Günümüzde dahi nüfus cüzdanındaki tarih ile hakiki doğum tarihlerinin birbirini tutmaması sık rastlanan bir durum. Çoğunlukla nüfustaki tarih daha geç bir tarihe işaret eder. Bu arşiv belgesinde olduğu gibi.
*
Rauf Yekta Bey, Cemil Bey’in elinden çıkan hatırata dayanarak sadece doğum tarihini vermiyor, başka herhangi bir kaynakta yer almayan önemli bilgiler de sunuyor. Babasız büyümesinin etkilerinden, gittiği mahalle mektebinin özelliklerine, ağabeyinin evden ayrılmasından sonraki duygularından, musikiye başlamasına, sazlar arasından tanburu tercih edişine kadar pek çok ayrıntı yer alıyor hatıratta. Rauf Yekta Bey birkaç yerde bu hatırattan alıntı da yapıyor. Bu alıntılardan birinde Cemil Bey, ağabeyi Ahmed Bey ve akrabalarından birinin davetiyle evlerine meşke gelen Tanburi Ali Efendi’den ve tanbura başlayışından şöyle bahsediyor:
“Ben henüz çocuk addolunduğumdan bu halkaya pek dahil olamazdım fakat halkanın haricinde bir mahal-i münasip bularak Ali Efendi’nin naklettiği menâkıb-ı musikiyyeyi ve alelhusus kemal-i maharet ü letafetle okuduğu âsârı dinlemekle mütelezziz olur idim. Gitgide bana da bir musiki merakı geldi. Boş vakitlerimde meşkhanenin duvarında muallak âlât-ı musikiyyeyi birer birer tecrübe etmeye başladım. Bir müddet keman çaldım, bunun sedasını acı buldum. Bir müddet de kanun çaldım, akordundaki müşkülat sebeb-i terki oldu. Nihayet tanburda karar kıldım. Bu asil ve rengîn saz üzerinde istediğim nagamâtı icra ettikçe hissiyatıma küşayiş gelir, hayalim genişler, acı teessürlerim bir müddet için olsun benden uzaklaşırdı.”
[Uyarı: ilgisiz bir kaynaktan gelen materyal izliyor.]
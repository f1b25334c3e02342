"""What plant.toml does not say, and which figures go without it: a plant opens with little, and grows."""

from __future__ import annotations

from collections.abc import Iterator

from logbook.plant.missing_of_engine import COMPARISON, EFFICIENCY, LADDER, Missing, joined, missing_of_engine
from logbook.plant.records import Meter, Plant
from logbook.plant.walk import PLANT

__all__ = ["Missing", "missing"]

ALTITUDE_WITHOUT_BAROMETER_M = 100.0
"""Above it a barometer cannot be assumed: 900 m is about a tenth of the pressure."""
_VOLUMES = ("L", "m3")


def missing(plant: Plant) -> tuple[Missing, ...]:
    """All that is missing: engine by engine, then meters, fuels and the plant."""
    engines = [found for engine in plant.engines for found in missing_of_engine(plant, engine)]
    return (*engines, *_meters(plant), *_fuels(plant), *_whole_plant(plant))


def _meters(plant: Plant) -> Iterator[Missing]:
    together: dict[tuple[str, ...], list[str]] = {}
    for meter in plant.meters:
        if meter.key in ("fuel_meter_supply", "fuel_meter_return", "gas_meter") and len(meter.serves) > 1:
            together.setdefault(meter.serves, []).append(meter.id)
        yield from _temperature(meter)
        if meter.key == "fuel_meter_return" and not any(
            other.key == "fuel_meter_supply" and set(other.serves) & set(meter.serves) for other in plant.meters
        ):
            yield Missing(
                meter.id,
                ("fuel_rate_kg_h", *EFFICIENCY),
                f"It counts what comes back, and no supply meter is entered for {joined(meter.serves)}.",
                '[[meter]] key = "fuel_meter_supply"',
                "no_fuel_reading",
            )
    for serves, meters in together.items():
        yield Missing(
            " ".join(meters),
            EFFICIENCY,
            f"Fuel is measured for {joined(serves)} together: figures of one of them stand only while it runs alone.",
            "[[meter]] for each of them, if they are fitted",
            "common_fuel_meter",
        )


def _temperature(meter: Meter) -> Iterator[Missing]:
    liquid = meter.key in ("fuel_meter_supply", "fuel_meter_return", "boiler_fuel_meter") and meter.unit in _VOLUMES
    if (liquid or (meter.key == "gas_meter" and meter.unit == "m3")) and not meter.temperature:
        yield Missing(
            meter.id,
            ("fuel_rate_kg_h", *EFFICIENCY),
            f"It counts {meter.unit}, and without its temperature that is no mass.",
            'temperature = "read" in its [[meter]], or a fixed number of degC',
            "no_fuel_reading",
        )


def _fuels(plant: Plant) -> Iterator[Missing]:
    if not plant.fuels:
        yield Missing(
            PLANT,
            ("lower_calorific_value_mj_kg", *EFFICIENCY),
            "No grade of fuel is entered: until a lot has its analysis, there is no calorific value.",
            "[[fuel]] grade, kind, lower_calorific_value_mj_kg",
            "lcv_missing",
        )
    for fuel in plant.fuels:
        by_mass, by_volume = fuel.lower_calorific_value_mj_kg, fuel.lower_calorific_value_mj_m3
        if by_mass is None and by_volume is None:
            key = "lower_calorific_value_mj_m3" if fuel.kind == "gas" else "lower_calorific_value_mj_kg"
            yield Missing(
                fuel.grade,
                ("lower_calorific_value_mj_kg", *EFFICIENCY),
                "No calorific value is entered: a lot without an analysis has none, and its efficiency is empty.",
                f"{key} in [[fuel]], or the analysis of every lot",
                "lcv_missing",
            )
        else:
            yield Missing(
                fuel.grade,
                COMPARISON,
                "A lot without an analysis takes the calorific value of its grade, and is shown, not compared.",
                "the analysis of every lot: logbook note PLANT lot ...",
                "lcv_default",
            )
        if fuel.density15_kg_m3 is None and fuel.kind != "gas" and _by_volume(plant):
            yield Missing(
                fuel.grade,
                ("fuel_rate_kg_h", *EFFICIENCY),
                "No density is entered: litres of a lot without an analysis are no mass.",
                "density15_kg_m3 in [[fuel]], or the analysis of every lot",
                "no_fuel_reading",
            )
        wanted = [key for key in ("price_per_t", "carbon_factor") if getattr(fuel, key) is None]
        if wanted:
            figures = {"price_per_t": "excess_cost", "carbon_factor": "excess_co2_t"}
            yield Missing(
                fuel.grade,
                tuple(figures[key] for key in wanted),
                f"{joined(wanted)} not entered: what the excess costs is said in tonnes of fuel only.",
                f"{', '.join(wanted)} in [[fuel]]",
            )


def _by_volume(plant: Plant) -> bool:
    return any(meter.key != "gas_meter" and meter.unit in _VOLUMES for meter in plant.meters)


def _whole_plant(plant: Plant) -> Iterator[Missing]:
    if "barometric_pressure" not in plant.plant_readings:
        assumed = plant.altitude_m <= ALTITUDE_WITHOUT_BAROMETER_M
        yield Missing(
            PLANT,
            ("sfoc_corrected_g_kwh", *LADDER),
            "The barometer is not read: "
            + ("1013 mbar are taken." if assumed else "at this altitude nothing can be taken for it."),
            "barometric_pressure in readings of [plant]",
            "barometer_assumed" if assumed else "barometer_missing",
        )
    if plant.kind == "ship":
        for engine in plant.engines:
            if engine.use == "propulsion" and engine.propeller_pitch_m is None:
                yield Missing(
                    engine.id,
                    ("slip",),
                    "The pitch of the propeller is not entered.",
                    "propeller_pitch_m in [[engine]]",
                )
        if not plant.ship_type or plant.capacity_t is None:
            yield Missing(
                PLANT,
                ("carbon_intensity",),
                "Type and capacity of the ship are not both entered.",
                "ship_type, capacity_t in [plant]",
            )
    if plant.marks.excess_points is None:
        yield Missing(
            PLANT,
            ("forecast",),
            "No mark of your own is entered: the trend cannot say when the excess will reach it.",
            "[marks] excess_points",
        )
    if not any("countersign" in person.rights for person in plant.people):
        yield Missing(
            PLANT,
            ("countersignature",),
            "Nobody is entered with the right to countersign: no month can be sealed.",
            '[[person]] id, name, rights = ["read", "enter", "sign", "countersign"]',
        )
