"""The catalogue of readings: every point that an engine log usually has, as data (catalogue.csv).

A plant picks from it, reorders it and adds points of its own. Spans serve the typing test only ("is this number
possible at all?"); none of them is a limit.
"""

from __future__ import annotations

import csv
import re
from collections.abc import Mapping
from dataclasses import dataclass
from functools import cache
from importlib.resources import files

WALK_GROUPS = (
    "panel", "top", "turbo", "middle", "bottom", "board", "aux", "tanks", "counters", "bridge", "site", "desk",
)  # fmt: skip
"""Order of the walk: what comes by telephone and from papers stands last."""

_SPAN = re.compile(r"(-?[\d.]+)(\*rated)?\.\.(-?[\d.]+)(\*rated)?")


@dataclass(frozen=True, slots=True)
class Span:
    """Least and greatest number that is possible while running; `of_rated` = times the rated value."""

    least: float
    greatest: float
    of_rated: bool = False

    def bounds(self, rated: float | None) -> tuple[float, float] | None:
        """The two bounds [canonical unit], or None where a rated value is needed and not known."""
        if not self.of_rated:
            return self.least, self.greatest
        return None if rated is None else (self.least * rated, self.greatest * rated)


@dataclass(frozen=True, slots=True)
class ReadingDefinition:
    """One point of the log. `unit` is the canonical unit, `family` the closed list of spellings it is typed in."""

    key: str
    label: str
    label_four_stroke: str
    abbreviation: str
    abbreviation_four_stroke: str
    unit: str
    family: str
    per: str
    """engine, cylinder, turbocharger, cooler, bearing, generator, tank, meter, plant, ship or lot"""
    kind: str
    """gauge, counter, state, level or lot"""
    pressure_reference: str
    """gauge, absolute, differential, or empty: not a pressure"""
    spans: Mapping[str, Span]
    """by `two-stroke`, `four-stroke`, `gas`"""
    uncertainty: str
    walk: str
    safety: bool = False
    """a doubtful reading of this point is treated as true until disproved"""

    def label_for(self, cycle: str) -> str:
        """The trade's word for this point on this kind of engine."""
        return self.label_four_stroke if cycle == "four-stroke" and self.label_four_stroke else self.label

    def abbreviation_for(self, cycle: str) -> str:
        return (
            self.abbreviation_four_stroke
            if cycle == "four-stroke" and self.abbreviation_four_stroke
            else self.abbreviation
        )


def parse_span(text: str) -> Span | None:
    """`0..1.2*rated` or `15..250` as a span; None for an empty text.

    Raises ValueError when the text is neither.
    """
    if not text:
        return None
    match = _SPAN.fullmatch(text)
    if match is None:
        raise ValueError(f"A span is written like 15..250 or 0..1.2*rated; '{text}' is not.")
    # A zero bound needs no `*rated` beside it.
    return Span(float(match[1]), float(match[3]), bool(match[2] or match[4]))


@cache
def catalogue() -> Mapping[str, ReadingDefinition]:
    """All points of the package, by key, in the order of the file."""
    points: dict[str, ReadingDefinition] = {}
    lines = files("logbook.plant").joinpath("catalogue.csv").read_text(encoding="utf-8").splitlines()
    for row in csv.DictReader(lines):
        spans = {
            kind: span
            for kind, column in (
                ("two-stroke", "span_two_stroke"),
                ("four-stroke", "span_four_stroke"),
                ("gas", "span_gas"),
            )
            if (span := parse_span(row.pop(column)))
        }
        safety = row.pop("safety") == "yes"
        points[row["key"]] = ReadingDefinition(spans=spans, safety=safety, **row)
    return points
Bu ayrıntılar, her konuda verdiği bilgilere güvendiğimiz Rauf Yekta Bey'e hatırat konusunda da güvenmemiz gerektiğini ortaya koyuyor.
*
Velhasıl-ı kelam, bahsi geçen arşiv belgesini görmüş, hatta kitaba almış olmama rağmen Rauf Yekta Bey’in verdiği tarihin kabul edilmesi gerektiğini savunmamın sebebi budur.
Aslolanın Cemil Bey'in sanatı, bunların teferruat olduğunu kabul etmekle birlikte bir şeye inanacaksak Cemil Bey'in sanatını en iyi anlatan, onunla akran, müzikolojinin kurucusu Rauf Yekta Bey'e inanalım teklifiyle sözlerime son veririm.
Ek: Birinci görsel, bahsi geçen arşiv belgesi. İkinci görsel ise Rauf Yekta Bey'in hatırattaki bilgileri verdiği 15 Ağustos 1916 tarihli makalesinin baş kısmı.